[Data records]
★ ★ ★ ★ ★ ★ ★

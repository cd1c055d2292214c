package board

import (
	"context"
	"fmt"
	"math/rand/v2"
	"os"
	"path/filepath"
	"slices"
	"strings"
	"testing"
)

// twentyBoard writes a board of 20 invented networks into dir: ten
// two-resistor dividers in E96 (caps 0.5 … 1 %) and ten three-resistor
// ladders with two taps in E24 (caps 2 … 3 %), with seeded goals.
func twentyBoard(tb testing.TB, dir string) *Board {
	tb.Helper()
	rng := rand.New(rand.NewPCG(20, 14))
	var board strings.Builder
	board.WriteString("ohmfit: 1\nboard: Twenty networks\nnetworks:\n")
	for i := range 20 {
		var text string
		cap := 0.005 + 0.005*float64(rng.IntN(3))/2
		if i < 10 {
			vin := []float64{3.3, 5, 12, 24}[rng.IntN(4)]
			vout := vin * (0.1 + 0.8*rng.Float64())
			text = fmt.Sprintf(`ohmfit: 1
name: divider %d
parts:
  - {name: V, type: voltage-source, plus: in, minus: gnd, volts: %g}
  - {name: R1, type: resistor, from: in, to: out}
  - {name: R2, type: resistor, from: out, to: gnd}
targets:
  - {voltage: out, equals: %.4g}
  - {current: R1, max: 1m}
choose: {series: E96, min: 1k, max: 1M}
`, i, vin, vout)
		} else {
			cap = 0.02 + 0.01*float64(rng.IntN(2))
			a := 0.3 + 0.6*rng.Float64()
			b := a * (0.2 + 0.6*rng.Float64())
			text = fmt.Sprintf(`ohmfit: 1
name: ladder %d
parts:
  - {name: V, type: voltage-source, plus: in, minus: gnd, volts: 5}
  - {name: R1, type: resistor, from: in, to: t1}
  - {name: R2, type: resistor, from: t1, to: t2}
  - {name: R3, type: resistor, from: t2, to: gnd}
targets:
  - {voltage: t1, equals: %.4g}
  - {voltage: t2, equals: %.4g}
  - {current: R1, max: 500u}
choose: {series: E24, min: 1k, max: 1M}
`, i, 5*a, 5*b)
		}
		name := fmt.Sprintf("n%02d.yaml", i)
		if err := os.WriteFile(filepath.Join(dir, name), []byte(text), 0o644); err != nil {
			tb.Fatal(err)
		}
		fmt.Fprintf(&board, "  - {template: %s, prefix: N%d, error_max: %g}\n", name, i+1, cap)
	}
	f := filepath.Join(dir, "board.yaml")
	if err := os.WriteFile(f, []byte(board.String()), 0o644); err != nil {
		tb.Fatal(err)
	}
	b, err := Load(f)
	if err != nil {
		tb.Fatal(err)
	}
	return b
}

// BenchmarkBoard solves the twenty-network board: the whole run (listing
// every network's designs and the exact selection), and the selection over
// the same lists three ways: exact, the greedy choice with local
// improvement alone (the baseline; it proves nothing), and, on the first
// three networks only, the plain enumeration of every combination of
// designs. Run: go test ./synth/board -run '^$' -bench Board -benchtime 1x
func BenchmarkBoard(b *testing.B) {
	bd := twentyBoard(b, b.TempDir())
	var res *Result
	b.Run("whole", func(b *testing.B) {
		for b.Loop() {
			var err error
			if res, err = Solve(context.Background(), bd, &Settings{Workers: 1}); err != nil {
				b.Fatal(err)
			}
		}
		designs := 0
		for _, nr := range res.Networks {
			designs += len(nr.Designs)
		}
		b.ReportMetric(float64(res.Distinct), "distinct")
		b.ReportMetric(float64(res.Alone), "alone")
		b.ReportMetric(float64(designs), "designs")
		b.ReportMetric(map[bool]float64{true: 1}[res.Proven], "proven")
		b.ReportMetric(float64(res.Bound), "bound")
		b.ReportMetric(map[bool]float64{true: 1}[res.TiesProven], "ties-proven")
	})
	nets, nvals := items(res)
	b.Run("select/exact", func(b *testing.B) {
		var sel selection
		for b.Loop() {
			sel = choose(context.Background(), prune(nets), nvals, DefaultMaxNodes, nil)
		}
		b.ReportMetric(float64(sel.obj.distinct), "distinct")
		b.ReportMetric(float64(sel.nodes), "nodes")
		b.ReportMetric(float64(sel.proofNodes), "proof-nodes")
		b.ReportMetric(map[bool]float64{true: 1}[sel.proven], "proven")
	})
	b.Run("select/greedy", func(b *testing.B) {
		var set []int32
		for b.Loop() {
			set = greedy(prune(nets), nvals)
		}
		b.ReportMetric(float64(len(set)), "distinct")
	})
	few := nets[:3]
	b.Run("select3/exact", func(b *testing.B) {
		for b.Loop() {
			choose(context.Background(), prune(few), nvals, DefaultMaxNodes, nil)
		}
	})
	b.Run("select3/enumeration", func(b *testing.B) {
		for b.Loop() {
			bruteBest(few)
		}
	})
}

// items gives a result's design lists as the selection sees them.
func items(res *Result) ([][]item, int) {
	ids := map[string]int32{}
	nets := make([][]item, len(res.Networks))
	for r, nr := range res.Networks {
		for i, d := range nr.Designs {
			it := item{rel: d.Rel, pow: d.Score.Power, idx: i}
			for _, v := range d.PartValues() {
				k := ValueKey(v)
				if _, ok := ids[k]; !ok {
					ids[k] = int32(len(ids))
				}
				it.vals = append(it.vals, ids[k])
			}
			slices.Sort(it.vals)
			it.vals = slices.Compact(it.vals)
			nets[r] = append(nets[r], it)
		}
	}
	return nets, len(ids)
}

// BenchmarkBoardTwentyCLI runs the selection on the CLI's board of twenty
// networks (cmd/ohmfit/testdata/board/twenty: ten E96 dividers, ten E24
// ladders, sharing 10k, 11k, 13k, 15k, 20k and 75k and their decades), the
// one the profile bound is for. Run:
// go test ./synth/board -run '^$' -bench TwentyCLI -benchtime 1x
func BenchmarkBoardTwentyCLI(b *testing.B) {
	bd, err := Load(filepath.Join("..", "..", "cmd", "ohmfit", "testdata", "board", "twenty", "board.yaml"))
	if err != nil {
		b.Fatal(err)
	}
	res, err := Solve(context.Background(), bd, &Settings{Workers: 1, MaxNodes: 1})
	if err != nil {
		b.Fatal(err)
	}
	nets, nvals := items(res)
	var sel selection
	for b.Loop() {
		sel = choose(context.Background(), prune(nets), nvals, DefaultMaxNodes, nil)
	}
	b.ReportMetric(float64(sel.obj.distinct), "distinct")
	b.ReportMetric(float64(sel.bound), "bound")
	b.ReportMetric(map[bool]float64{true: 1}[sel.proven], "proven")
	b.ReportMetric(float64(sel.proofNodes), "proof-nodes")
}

★ ★ ★ ★ ★ ★ ★

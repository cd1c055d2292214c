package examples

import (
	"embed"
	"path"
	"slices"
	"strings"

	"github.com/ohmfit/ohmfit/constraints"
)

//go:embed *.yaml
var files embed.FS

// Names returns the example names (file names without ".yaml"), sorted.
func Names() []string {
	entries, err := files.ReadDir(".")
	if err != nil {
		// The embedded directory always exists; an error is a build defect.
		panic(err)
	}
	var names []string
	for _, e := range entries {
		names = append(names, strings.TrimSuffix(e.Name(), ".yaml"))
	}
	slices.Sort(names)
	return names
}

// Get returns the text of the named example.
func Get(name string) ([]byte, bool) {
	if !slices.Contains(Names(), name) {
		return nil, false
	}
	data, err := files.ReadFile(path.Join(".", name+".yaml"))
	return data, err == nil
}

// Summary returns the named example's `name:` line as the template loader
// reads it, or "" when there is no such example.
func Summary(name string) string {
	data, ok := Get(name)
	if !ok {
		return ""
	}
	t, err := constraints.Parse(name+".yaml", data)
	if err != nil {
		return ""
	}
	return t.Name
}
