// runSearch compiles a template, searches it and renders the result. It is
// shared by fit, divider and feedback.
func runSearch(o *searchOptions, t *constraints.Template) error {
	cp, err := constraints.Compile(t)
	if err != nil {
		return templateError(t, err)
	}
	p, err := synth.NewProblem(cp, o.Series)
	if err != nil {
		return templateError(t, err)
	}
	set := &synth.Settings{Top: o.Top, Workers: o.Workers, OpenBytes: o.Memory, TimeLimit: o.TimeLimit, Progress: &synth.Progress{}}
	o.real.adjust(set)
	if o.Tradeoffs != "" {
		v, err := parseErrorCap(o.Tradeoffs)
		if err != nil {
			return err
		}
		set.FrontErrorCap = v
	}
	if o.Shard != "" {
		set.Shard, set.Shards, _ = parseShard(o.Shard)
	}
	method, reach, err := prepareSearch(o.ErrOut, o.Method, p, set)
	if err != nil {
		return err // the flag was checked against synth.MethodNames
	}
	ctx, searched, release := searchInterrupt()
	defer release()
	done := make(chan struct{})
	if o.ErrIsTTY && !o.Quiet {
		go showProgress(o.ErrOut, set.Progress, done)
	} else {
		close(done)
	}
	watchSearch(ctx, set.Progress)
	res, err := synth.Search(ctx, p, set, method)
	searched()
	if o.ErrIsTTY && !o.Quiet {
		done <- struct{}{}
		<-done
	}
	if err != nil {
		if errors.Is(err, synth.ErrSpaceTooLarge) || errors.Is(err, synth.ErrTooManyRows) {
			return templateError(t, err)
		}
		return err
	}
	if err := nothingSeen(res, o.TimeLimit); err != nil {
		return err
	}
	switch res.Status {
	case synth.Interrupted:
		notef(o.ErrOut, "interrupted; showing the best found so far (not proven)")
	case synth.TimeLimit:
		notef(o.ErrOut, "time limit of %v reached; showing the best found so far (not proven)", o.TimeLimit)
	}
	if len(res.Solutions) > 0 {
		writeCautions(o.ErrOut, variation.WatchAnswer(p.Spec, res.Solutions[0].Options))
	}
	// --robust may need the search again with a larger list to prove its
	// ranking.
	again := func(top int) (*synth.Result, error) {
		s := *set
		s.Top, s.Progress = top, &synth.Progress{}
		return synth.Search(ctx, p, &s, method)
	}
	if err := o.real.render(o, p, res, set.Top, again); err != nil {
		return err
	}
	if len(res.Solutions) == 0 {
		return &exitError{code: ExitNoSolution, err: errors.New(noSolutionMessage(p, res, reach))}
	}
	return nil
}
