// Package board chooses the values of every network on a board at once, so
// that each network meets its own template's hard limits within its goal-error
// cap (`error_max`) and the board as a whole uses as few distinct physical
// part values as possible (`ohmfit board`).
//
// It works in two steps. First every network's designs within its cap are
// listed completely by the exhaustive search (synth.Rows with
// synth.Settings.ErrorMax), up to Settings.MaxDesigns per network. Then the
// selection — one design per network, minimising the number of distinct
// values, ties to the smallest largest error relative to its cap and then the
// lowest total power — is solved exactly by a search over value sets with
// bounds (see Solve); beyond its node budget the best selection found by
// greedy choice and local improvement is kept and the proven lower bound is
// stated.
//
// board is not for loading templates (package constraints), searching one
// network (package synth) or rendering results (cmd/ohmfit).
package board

★ ★ ★ ★ ★ ★ ★

Word for word, restate the lines above from the line containing "whole run (listing" through the line containing "on the first", with both included and nothing else.

// BenchmarkBoard solves the twenty-network board: the whole run (listing
// every network's designs and the exact selection), and the selection over
// the same lists three ways: exact, the greedy choice with local
// improvement alone (the baseline; it proves nothing), and, on the first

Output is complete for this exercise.